**Exercise requirements**
Which lines of the data hold the word "subprocess"? Copy all of them.

**Input records**
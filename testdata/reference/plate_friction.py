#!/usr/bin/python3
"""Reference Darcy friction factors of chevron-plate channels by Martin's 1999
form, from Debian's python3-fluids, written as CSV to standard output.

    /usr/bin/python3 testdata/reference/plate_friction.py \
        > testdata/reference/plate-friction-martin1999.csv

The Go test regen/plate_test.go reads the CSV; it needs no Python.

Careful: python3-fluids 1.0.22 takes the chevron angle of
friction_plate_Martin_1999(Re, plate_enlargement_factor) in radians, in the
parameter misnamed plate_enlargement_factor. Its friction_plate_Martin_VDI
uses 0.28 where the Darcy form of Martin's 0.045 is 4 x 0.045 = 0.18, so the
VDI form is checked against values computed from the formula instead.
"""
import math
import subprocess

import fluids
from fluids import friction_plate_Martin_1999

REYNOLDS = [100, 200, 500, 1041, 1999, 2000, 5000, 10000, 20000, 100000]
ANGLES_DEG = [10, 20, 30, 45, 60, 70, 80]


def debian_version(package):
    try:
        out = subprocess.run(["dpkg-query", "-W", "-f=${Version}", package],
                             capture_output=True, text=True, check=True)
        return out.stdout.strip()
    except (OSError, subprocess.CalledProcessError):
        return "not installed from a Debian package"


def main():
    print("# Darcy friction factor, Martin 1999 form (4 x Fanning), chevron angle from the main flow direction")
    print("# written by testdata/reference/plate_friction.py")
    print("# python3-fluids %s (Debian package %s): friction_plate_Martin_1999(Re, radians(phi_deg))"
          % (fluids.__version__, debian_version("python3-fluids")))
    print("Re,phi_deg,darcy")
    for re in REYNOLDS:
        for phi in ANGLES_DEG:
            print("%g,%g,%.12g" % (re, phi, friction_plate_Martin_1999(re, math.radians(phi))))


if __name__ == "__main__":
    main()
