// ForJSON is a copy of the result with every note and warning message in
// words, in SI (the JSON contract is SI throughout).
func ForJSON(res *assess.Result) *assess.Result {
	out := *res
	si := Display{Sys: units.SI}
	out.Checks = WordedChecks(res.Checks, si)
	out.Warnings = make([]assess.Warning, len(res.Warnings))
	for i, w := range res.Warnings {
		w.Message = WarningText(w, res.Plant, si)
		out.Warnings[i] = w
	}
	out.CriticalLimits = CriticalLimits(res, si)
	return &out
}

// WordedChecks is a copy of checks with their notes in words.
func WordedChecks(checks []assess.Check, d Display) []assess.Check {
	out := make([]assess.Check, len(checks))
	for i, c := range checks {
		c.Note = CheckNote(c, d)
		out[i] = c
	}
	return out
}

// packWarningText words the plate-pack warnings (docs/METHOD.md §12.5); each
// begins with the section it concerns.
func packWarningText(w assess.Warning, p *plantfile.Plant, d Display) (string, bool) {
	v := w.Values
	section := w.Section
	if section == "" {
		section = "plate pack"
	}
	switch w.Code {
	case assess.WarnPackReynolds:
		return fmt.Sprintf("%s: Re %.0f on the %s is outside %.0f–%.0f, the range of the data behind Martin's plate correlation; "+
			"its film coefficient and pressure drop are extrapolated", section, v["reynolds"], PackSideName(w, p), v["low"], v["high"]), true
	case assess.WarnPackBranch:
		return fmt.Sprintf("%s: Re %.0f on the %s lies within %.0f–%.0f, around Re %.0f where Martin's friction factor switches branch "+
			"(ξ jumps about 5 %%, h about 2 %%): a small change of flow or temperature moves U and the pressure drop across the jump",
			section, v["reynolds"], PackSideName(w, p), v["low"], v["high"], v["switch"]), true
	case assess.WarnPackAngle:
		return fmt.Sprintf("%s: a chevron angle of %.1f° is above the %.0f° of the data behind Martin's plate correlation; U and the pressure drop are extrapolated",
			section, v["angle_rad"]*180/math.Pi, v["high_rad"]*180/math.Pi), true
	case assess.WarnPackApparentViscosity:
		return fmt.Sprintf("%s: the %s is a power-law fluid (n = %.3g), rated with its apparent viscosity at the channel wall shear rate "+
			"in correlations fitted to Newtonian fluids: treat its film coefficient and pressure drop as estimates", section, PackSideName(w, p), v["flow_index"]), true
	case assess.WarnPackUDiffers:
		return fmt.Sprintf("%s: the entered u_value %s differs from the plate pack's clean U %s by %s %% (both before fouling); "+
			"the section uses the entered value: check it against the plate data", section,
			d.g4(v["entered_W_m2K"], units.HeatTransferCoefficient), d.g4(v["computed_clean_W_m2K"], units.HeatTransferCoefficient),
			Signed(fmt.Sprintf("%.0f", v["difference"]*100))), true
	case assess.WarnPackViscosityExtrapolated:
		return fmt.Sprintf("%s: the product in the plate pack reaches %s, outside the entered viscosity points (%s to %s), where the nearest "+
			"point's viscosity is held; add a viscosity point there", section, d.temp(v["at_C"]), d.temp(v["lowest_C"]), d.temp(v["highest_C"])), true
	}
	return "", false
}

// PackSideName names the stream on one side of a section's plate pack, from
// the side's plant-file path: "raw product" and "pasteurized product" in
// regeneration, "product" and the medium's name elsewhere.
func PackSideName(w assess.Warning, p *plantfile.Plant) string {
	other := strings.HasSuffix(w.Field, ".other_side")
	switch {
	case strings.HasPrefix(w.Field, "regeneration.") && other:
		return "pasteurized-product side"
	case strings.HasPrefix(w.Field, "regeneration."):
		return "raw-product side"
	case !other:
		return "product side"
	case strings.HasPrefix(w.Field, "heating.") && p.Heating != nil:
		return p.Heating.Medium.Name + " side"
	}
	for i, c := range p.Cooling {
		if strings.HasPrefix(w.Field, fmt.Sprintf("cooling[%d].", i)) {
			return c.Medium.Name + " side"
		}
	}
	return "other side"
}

--

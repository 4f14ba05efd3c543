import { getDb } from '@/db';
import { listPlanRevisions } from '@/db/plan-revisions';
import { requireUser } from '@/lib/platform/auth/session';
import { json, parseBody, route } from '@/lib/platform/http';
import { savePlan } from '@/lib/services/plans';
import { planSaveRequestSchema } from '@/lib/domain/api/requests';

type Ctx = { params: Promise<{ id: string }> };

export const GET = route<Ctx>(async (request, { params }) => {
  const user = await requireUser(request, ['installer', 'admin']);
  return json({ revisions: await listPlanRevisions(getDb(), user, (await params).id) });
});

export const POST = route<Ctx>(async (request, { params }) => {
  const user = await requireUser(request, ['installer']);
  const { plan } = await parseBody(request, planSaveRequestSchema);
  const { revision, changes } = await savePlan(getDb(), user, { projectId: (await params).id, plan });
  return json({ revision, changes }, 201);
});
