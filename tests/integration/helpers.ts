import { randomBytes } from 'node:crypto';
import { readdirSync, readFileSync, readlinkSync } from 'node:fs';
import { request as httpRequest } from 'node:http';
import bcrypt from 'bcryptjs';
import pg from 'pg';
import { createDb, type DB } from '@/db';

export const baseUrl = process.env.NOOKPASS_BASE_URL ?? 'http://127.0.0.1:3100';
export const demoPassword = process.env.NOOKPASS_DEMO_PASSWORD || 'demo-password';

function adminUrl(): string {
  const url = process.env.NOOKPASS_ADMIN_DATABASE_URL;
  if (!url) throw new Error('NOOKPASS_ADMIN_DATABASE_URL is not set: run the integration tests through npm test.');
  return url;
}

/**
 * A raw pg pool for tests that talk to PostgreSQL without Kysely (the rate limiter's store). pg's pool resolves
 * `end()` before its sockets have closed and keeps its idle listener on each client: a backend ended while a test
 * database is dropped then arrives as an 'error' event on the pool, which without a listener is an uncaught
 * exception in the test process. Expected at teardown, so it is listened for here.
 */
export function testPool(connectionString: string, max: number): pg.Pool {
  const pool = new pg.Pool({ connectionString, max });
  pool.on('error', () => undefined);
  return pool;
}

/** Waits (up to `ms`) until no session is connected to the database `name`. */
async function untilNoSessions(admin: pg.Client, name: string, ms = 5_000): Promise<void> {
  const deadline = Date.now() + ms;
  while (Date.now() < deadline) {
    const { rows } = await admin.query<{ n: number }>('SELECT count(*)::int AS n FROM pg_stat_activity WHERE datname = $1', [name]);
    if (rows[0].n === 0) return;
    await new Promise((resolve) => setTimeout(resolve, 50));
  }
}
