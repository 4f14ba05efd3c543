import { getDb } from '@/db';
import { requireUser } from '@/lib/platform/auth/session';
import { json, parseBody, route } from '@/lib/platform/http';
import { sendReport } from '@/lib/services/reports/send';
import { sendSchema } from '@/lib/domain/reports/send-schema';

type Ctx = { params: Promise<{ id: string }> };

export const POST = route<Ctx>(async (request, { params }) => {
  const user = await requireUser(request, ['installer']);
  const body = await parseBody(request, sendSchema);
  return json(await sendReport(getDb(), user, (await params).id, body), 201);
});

**Exercise answer**
import subprocess
        out = subprocess.run(["dpkg-query", "-W", "-f=${Version}", package],
    except (OSError, subprocess.CalledProcessError):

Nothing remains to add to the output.